Это пишет не единомышленник Якушкина и Муравьева-Апостола, а ученик Штиллинга: в громадном общественном бедствии, в гибели сотен людей и разорении тысяч, пред ним встает один вопрос: о Божьем гневе и загробном возмездии.
VI
При том настроении, в котором находился Чаадаев, трехлетнее заграничное лечение, разумеется, не принесло ему никакой пользы; он возвращался в Россию больнее и горше прежнего. Совместная жизнь с Н. Тургеневым в Карлсбаде, по-видимому, на время оживила его, но, переехав отсюда в Дрезден, он окончательно разнемогся. Его письма из Дрездена, где он, вместо предположенных шести недель, принужден был провести 3/4 года, полны уже откровенных известий о болезнях и крайнем унынии. У него открылся ревматизм в голове, голова кружится день и ночь, желудок не варит, его бьет лихорадка; в апреле (1826 г.), извиняясь за долгое молчание, он сообщает, что был «очень болен и вовсе не надеялся выздороветь… Уверяю тебя, что был в таком расслаблении телесном и душевном, что точно не был в силах к вам писать». Его настроение ужасно. «Больше ничего не желал бы, как столько силы, чтобы до вас мог добраться, а там жить с вами здоровому или больному мне было бы все равно». «Когда я вас увижу? Почему надеюсь? – какое имею право надеяться? «Что чувствую, что перечувствовал во все это время – не могу тебе сказать; за то, что не впал в отчаяние, что осталась во мне надежда вас увидать – остального века не достанет на молитвы».
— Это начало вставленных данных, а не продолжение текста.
/**
 * Transient accuracy by default on diode, switch and transistor circuits: the netlist gives only tStop and tStep,
 * and every accepted point must agree with an independent reference within 0.2 % of the waveform's full scale
 * (its range, max − min). The references are integrated IN THESE TESTS by a fine fixed-step classic RK4 (rk4.ts),
 * with the same device equations and parameters as the netlist; they share no code with the engine.
 * The temperature is pinned at 300 K (Vt = 25.852000 mV, 2019 SI constants; docs in REFERENCES §1.2) and the
 * engine's gmin is set to 0 so both sides solve exactly the same equations.
 */
import { describe, expect, it } from "vitest";
import { rk4, solveMonotonic, stateAt, type Rhs } from "./rk4";
import { runTran, T300C, VT300 } from "./helpers";

const TOL = 0.002; // 0.2 % of full scale

/** Largest |engine − reference| over the engine's accepted points, as a fraction of the reference's range. */
function worstError(time: Float64Array, engine: Float64Array, reference: (t: number) => number, samples = 4000): { err: number; at: number; fullScale: number } {
  const tStop = time[time.length - 1];
  let lo = Infinity, hi = -Infinity;
  for (let k = 0; k <= samples; k++) { const v = reference((tStop * k) / samples); lo = Math.min(lo, v); hi = Math.max(hi, v); }
  const fullScale = hi - lo;
  let err = 0, at = 0;
  for (let i = 0; i < time.length; i++) {
    const e = Math.abs(engine[i] - reference(time[i]));
    if (e > err) { err = e; at = time[i]; }
  }
  return { err: err / fullScale, at, fullScale };
}

describe("transient accuracy by default against RK4 references integrated in the test (0.2 % of full scale)", () => {
  it("half-wave rectifier: 5 V 1 kHz sine, diode, 1 kΩ ∥ 1 µF load, 10 ms (every peak and every turn-on)", () => {
    const Is = 1e-14, n = 1, R = 1e3, C = 1e-6, A = 5, f = 1e3;
    const tStop = 10e-3;
    const r = runTran({
      temperature: T300C,
      elements: [
        { kind: "vsource", name: "V1", nodes: ["in", "gnd"], wave: { shape: "sine", amplitude: A, freq: f } },
        { kind: "diode", name: "D1", nodes: ["in", "out"], model: { Is, n } },
        { kind: "resistor", name: "RL", nodes: ["out", "gnd"], value: R },
        { kind: "capacitor", name: "CL", nodes: ["out", "gnd"], value: C },
      ],
      analysis: { kind: "tran", tStop, tStep: tStop / 500 },
      options: { gmin: 0 },
    });
    // Reference: C·dv/dt = Is·(exp((vin − v)/(n·Vt)) − 1) − v/R, v(0) = 0 (vin(0) = 0), RK4 with 20 ns steps.
    const nvt = n * VT300;
    const rhs: Rhs = (t, y, dy) => {
      const vin = A * Math.sin(2 * Math.PI * f * t);
      dy[0] = (Is * (Math.exp((vin - y[0]) / nvt) - 1) - y[0] / R) / C;
    };
    const ref = rk4(rhs, [0], tStop, 500_000);
    const w = worstError(r.time, r.nodes.out, (t) => stateAt(ref, rhs, t, 0));
    expect(w.fullScale).toBeGreaterThan(3); // the load charges to several volts each period
    expect(w.err, `worst at t = ${w.at}`).toBeLessThan(TOL);
  });

  it("a device charge alone sets the step: reverse-biased diode (depletion charge only, no capacitor) behind 10 kΩ, 1 MHz sine", () => {
    const Is = 1e-14, n = 1, Cj0 = 10e-12, Vj = 0.7, m = 0.5, R = 10e3, off = -2, A = 1.5, f = 1e6;
    const tStop = 10e-6;
    const r = runTran({
      temperature: T300C,
      elements: [
        { kind: "vsource", name: "V1", nodes: ["in", "gnd"], dc: off, wave: { shape: "sine", offset: off, amplitude: A, freq: f } },
        { kind: "resistor", name: "R1", nodes: ["in", "k"], value: R },
        { kind: "diode", name: "D1", nodes: ["k", "gnd"], model: { Is, n, Cj0, Vj, m } },
      ],
      analysis: { kind: "tran", tStop, tStep: tStop / 500 },
      options: { gmin: 0 },
    });
    // Reference: the junction stays below Fc·Vj (reverse biased), so its charge is the depletion charge with
    // C(v) = Cj0/(1 − v/Vj)^m (REFERENCES §1.4) and (vin − v)/R = Is·(e^{v/(n·Vt)} − 1) + C(v)·dv/dt;
    // v(0) is the DC point with vin = −2 V (bisection on the monotonic KCL), RK4 with 1 ns steps.
    const nvt = n * VT300;
    const kcl = (vin: number, v: number) => (vin - v) / R - Is * (Math.exp(v / nvt) - 1);
    const rhs: Rhs = (t, y, dy) => {
      const vin = off + A * Math.sin(2 * Math.PI * f * t);
      dy[0] = kcl(vin, y[0]) / (Cj0 / Math.pow(1 - y[0] / Vj, m));
    };
    let lo = -5, hi = 0;
    for (let k = 0; k < 200; k++) { const mid = 0.5 * (lo + hi); if (kcl(off, mid) > 0) lo = mid; else hi = mid; }
    const ref = rk4(rhs, [0.5 * (lo + hi)], tStop, 10_000);
    const w = worstError(r.time, r.nodes.k, (t) => stateAt(ref, rhs, t, 0));
    expect(w.fullScale).toBeGreaterThan(1); // the RC corner (≈ 1/(2π·10 kΩ·5 pF) ≈ 3 MHz) passes most of the 3 V swing
    expect(w.err, `worst at t = ${w.at}`).toBeLessThan(TOL);
  });

  it("clamp-diode coil turn-off: 12 V, 24 Ω + 10 mH coil (1 kΩ across it), switch opens at 1 ms, current freewheels through the diode", () => {
    const Vs = 12, Rc = 24, L = 10e-3, Rp = 1e3, Is = 1e-14, n = 1, ron = 0.01, roff = 1e9, tr = 1e-6, tOff = 1e-3;
    const tStop = 3e-3;
    const r = runTran({
      temperature: T300C,
      elements: [
        { kind: "vsource", name: "VS", nodes: ["vs", "gnd"], dc: Vs },
        { kind: "resistor", name: "Rcoil", nodes: ["vs", "m"], value: Rc },
        { kind: "inductor", name: "Lcoil", nodes: ["m", "sw"], value: L },
        { kind: "resistor", name: "Rpar", nodes: ["m", "sw"], value: Rp },
        { kind: "switch", name: "S1", nodes: ["sw", "gnd"], ron, roff, transition: tr, schedule: [[0, "on"], [tOff, "off"]] },
        { kind: "diode", name: "Dclamp", nodes: ["sw", "vs"], model: { Is, n } },
      ],
      analysis: { kind: "tran", tStop, tStep: tStop / 500 },
      options: { gmin: 0 },
    });
    // Reference. The switch's conductance follows its documented law: on from t = 0, then the resistance moves
    // log-linearly from ron to roff over `transition` after tOff (README, `switch`).
    const gsw = (t: number) => {
      if (t < tOff) return 1 / ron;
      if (t >= tOff + tr) return 1 / roff;
      return Math.exp(-(Math.log(ron) + (Math.log(roff) - Math.log(ron)) * ((t - tOff) / tr)));
    };
    const nvt = n * VT300;
    const ga = 1 / Rc + 1 / Rp;
    /** node voltages [v(m), v(sw)] from the coil current iL by KCL at m and sw (v(sw) by a monotonic root) */
    const nodes = (t: number, iL: number, out: Float64Array) => {
      const g = gsw(t);
      const vm = (v: number) => (Vs / Rc - iL + v / Rp) / ga;
      const kcl = (v: number) => iL + (vm(v) - v) / Rp - g * v - Is * (Math.exp((v - Vs) / nvt) - 1);
      const dkcl = (v: number) => (1 / (Rp * ga) - 1) / Rp - g - (Is / nvt) * Math.exp((v - Vs) / nvt);
      const vsw = solveMonotonic(kcl, dkcl, -100, Vs + 2, out[1]);
      out[0] = vm(vsw);
      out[1] = vsw;
    };
    const nv = new Float64Array(2);
    const rhs: Rhs = (t, y, dy) => { nodes(t, y[0], nv); dy[0] = (nv[0] - nv[1]) / L; };
    // initial state: the switch on, DC: the coil current is Vs/(Rc + ron) (the inductor shorts Rpar)
    const ref = rk4(rhs, [Vs / (Rc + ron)], tStop, 300_000); // 10 ns steps
    const iRef = (t: number) => stateAt(ref, rhs, t, 0);
    const vRef = (t: number) => { nodes(t, iRef(t), nv); return nv[1]; };
    const wi = worstError(r.time, r.currents.Lcoil, iRef);
    const wv = worstError(r.time, r.nodes.sw, vRef);
    expect(wi.fullScale).toBeGreaterThan(0.45); // the coil current decays from 0.5 A to zero
    expect(wv.fullScale).toBeGreaterThan(12); // the switch node is clamped one diode drop above the supply
    expect(wi.err, `coil current, worst at t = ${wi.at}`).toBeLessThan(TOL);
    expect(wv.err, `switch node, worst at t = ${wv.at}`).toBeLessThan(TOL);
  });

  it("emitter follower (transport-model NPN, no capacitances), 1 kΩ ∥ 100 nF emitter load, 2 V 10 kHz sine on 5 V", () => {
    const Is = 1e-14, betaF = 100, betaR = 1, Vcc = 10, Rb = 1e3, RE = 1e3, CE = 100e-9, off = 5, A = 2, f = 1e4;
    const tStop = 1e-3;
    const r = runTran({
      temperature: T300C,
      elements: [
        { kind: "vsource", name: "VCC", nodes: ["vcc", "gnd"], dc: Vcc },
        { kind: "vsource", name: "VIN", nodes: ["in", "gnd"], dc: off, wave: { shape: "sine", offset: off, amplitude: A, freq: f } },
        { kind: "resistor", name: "RB", nodes: ["in", "b"], value: Rb },
        { kind: "bjt", name: "Q1", nodes: ["vcc", "b", "e"], polarity: "npn", model: { Is, betaF, betaR } },
        { kind: "resistor", name: "RE", nodes: ["e", "gnd"], value: RE },
        { kind: "capacitor", name: "CE", nodes: ["e", "gnd"], value: CE },
      ],
      analysis: { kind: "tran", tStop, tStep: tStop / 500 },
      options: { gmin: 0 },
    });
    // Reference: the transport model (REFERENCES §1.2), IC = Is(e^{vbe/Vt} − e^{vbc/Vt}) − (Is/βR)(e^{vbc/Vt} − 1),
    // IB = (Is/βF)(e^{vbe/Vt} − 1) + (Is/βR)(e^{vbc/Vt} − 1); the base node from KCL (vin − vb)/Rb = IB;
    // CE·dve/dt = IC + IB − ve/RE.
    const vt = VT300;
    const ib = (vb: number, ve: number) => (Is / betaF) * (Math.exp((vb - ve) / vt) - 1) + (Is / betaR) * (Math.exp((vb - Vcc) / vt) - 1);
    const dib = (vb: number, ve: number) => (Is / (betaF * vt)) * Math.exp((vb - ve) / vt) + (Is / (betaR * vt)) * Math.exp((vb - Vcc) / vt);
    let vbGuess = off;
    const base = (vin: number, ve: number) => {
      vbGuess = solveMonotonic((v) => (vin - v) / Rb - ib(v, ve), (v) => -1 / Rb - dib(v, ve), Math.min(vin, ve) - 10, vin + 1, vbGuess);
      return vbGuess;
    };
    const emitter = (vin: number, ve: number) => {
      const vb = base(vin, ve);
      const ebe = Math.exp((vb - ve) / vt), ebc = Math.exp((vb - Vcc) / vt);
      const ic = Is * (ebe - ebc) - (Is / betaR) * (ebc - 1);
      return ic + ib(vb, ve);
    };
    const vinAt = (t: number) => off + A * Math.sin(2 * Math.PI * f * t);
    const rhs: Rhs = (t, y, dy) => { dy[0] = (emitter(vinAt(t), y[0]) - y[0] / RE) / CE; };
    // initial state: the DC operating point with vin = 5 V, IE(ve) = ve/RE (bisection: IE − ve/RE falls with ve)
    let lo = 0, hi = off;
    for (let k = 0; k < 200; k++) { const mid = 0.5 * (lo + hi); if (emitter(off, mid) - mid / RE > 0) lo = mid; else hi = mid; }
    const ref = rk4(rhs, [0.5 * (lo + hi)], tStop, 100_000); // 10 ns steps
    const w = worstError(r.time, r.nodes.e, (t) => stateAt(ref, rhs, t, 0));
    expect(w.fullScale).toBeGreaterThan(2.5); // follows most of the 4 V swing (it cuts off on the falling slope)
    expect(w.err, `worst at t = ${w.at}`).toBeLessThan(TOL);
  });
});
Наконец, в половине июня он выехал из Дрездена, направляясь домой. Последнее его письмо к брату писано с дороги, из Брест-Литовска: он сообщает, что в Варшаве по болезни прожил две недели и что вот уже две недели живет здесь, ожидая возвращения своих бумаг, взятых у него при обыске.
Напечатанные недавно всеподданнейший рапорт великого князя Константина Павловича от 21 июля 1826 г. и протокол допроса, которому подвергнут был Чаадаев[333], проливают свет на этот эпизод. Оказывается, что великий князь, получив от варшавской секретной полиции донесение о прибытии Чаадаева из-за границы и зная о его близости с Тургеневыми и поездке в Троппау, тогда же сообщил об этом государю, приказав вместе с тем учредить за Чаадаевым в Варшаве тайный надзор, а по приезде в Брест-Литовск тщательно осмотреть его бумаги. При обыске в Бресте у Чаадаеве были найдены разные недозволенные книги, возмутительные стихи и пр., а главное – письма, обнаружившие его связи с некоторыми обвиняемыми по делу 14 декабря: с Н. Тургеневым, Муравьевыми и кн. Трубецким. Препровождая государю эти письма и список найденных книг, великий князь доносил, что до разрешения его величества приказал не выпускать Чаадаева из Брест-Литовска и иметь за ним секретный полицейский надзор{225}.